By Alisa Murray –
It’s almost here – my favorite time of the year – and there’s so much to do to be prepared for the garden. With some thoughtful planning and soil prep, you too could be well on your way to creating your very own yard to table dinner. Here’s what should be done right now in the garden and going forward for the spring season.
Vegetables that need to be started from seedlings should be put in small containers that can be cared for close to the house until they are strong enough to be moved to what I call their “forever homes.” It’s also time to pick up several varieties of peppers, tomatoes, zucchini, squashes and herbs from the local farmer’s markets. Soon after you see the tomatoes for purchase, cucumbers and eggplants will follow.

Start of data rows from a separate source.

package spanwright.sheet;

import java.util.ArrayList;
import java.util.BitSet;
import java.util.List;
import spanwright.plant.FiberRange;
import spanwright.splicing.EndRange;
import spanwright.splicing.EndState;
import spanwright.splicing.Joint;

/** Parts of ranges. */
final class RangeParts {

    private RangeParts() {}

    /** A run of indexes, the last one apart. */
    record Run(int from, int to) {}

    /** The runs of set bits. */
    static List<Run> runs(BitSet bits) {
        List<Run> runs = new ArrayList<>();
        for (int from = bits.nextSetBit(0); from >= 0; ) {
            int to = bits.nextClearBit(from);
            runs.add(new Run(from, to));
            from = bits.nextSetBit(to);
        }
        return runs;
    }

    static EndRange part(EndRange ends, Run run) {
        FiberRange numbers = ends.numbers();
        return new EndRange(ends.leg(), new FiberRange(numbers.at(run.from), numbers.at(run.to - 1)));
    }

    static Joint part(Joint joint, int id, Run run) {
        return new Joint(
                id, joint.type(), joint.enclosure(), part(joint.a(), run), part(joint.b(), run), joint.facts());
    }

    static EndState part(EndState state, int id, Run run) {
        return new EndState(
                id, state.enclosure(), part(state.ends(), run), state.condition(), state.trust(), state.verifiedOn());
    }
}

Specialty varieties for seed starting should be done with great care, only a couple of seeds per container, and fertilized with a seaweed root stimulator. Stagger lettuce seedlings and beets so they stay at various stages of development, and as you are cooking from one, there’s another just behind it for consumption. This insures you will always have what you need for salads. I always plant the usual varieties of tomatoes found in the markets because the Bonnie Bell man knows what works here and takes that confusion out of the equation for you. Buy what you will eat; however, there’s nothing more delightful than growing heirloom purple’s such, as Black Beauties, Blue Cream Berries, Cherokee Purples or the tiger striped Green Zebra. They are all different and create not only a spectacular display to wow your Instagram, but they add something quite unique and lovely to your plate.
In our part of the country, fruit trees are planted after the danger of a cold snap has passed. Prep the soil in the garden for these and directly place where you want these to live and grow long term. Be conscious of the wild life as they also love fruits and will partake.
Citrus can be a little tricky, and I have the grapefruits, lemons and limes now in the orchard but not before spending a full year closer to where I have kept an eye on them. Same thing goes for those dragon fruits, olives and pomegranates. Don’t forget to fertilize everything and keep an eye out for pests. Acting early on can save or kill all of your efforts. I recommend a daily walk through the gardens making notes of who needs what so everyone remains “living a sweet life” in there.
Flowering gardens, or as we call them cutting gardens, are one of the most special because you can literally eat from them, decorate your home with them and they act as a big stage attracting all your best friends to pollinate your hard work in the main garden. During March you should be tucking sun flower seeds into your vegetable beds to help support the plants and give a show of color to your creation. Dahlias, zinnias and marigolds can provide you with bouquets for your table and to share with your friends.
Finally, the herb garden is a mainstay that once established can and will find you throughout the year cooking more amazing dishes than you thought possible. The main players that you will want to get planted now are, as I say, “all of them.” Even if you do not particularly like rosemary, you’ll discover that many of your herbs protect against disease and can be used in herbal medicine for your home apothecaries. That, of course, along with companion planting is a subject for another time!
Keep on planting and may your garden grow!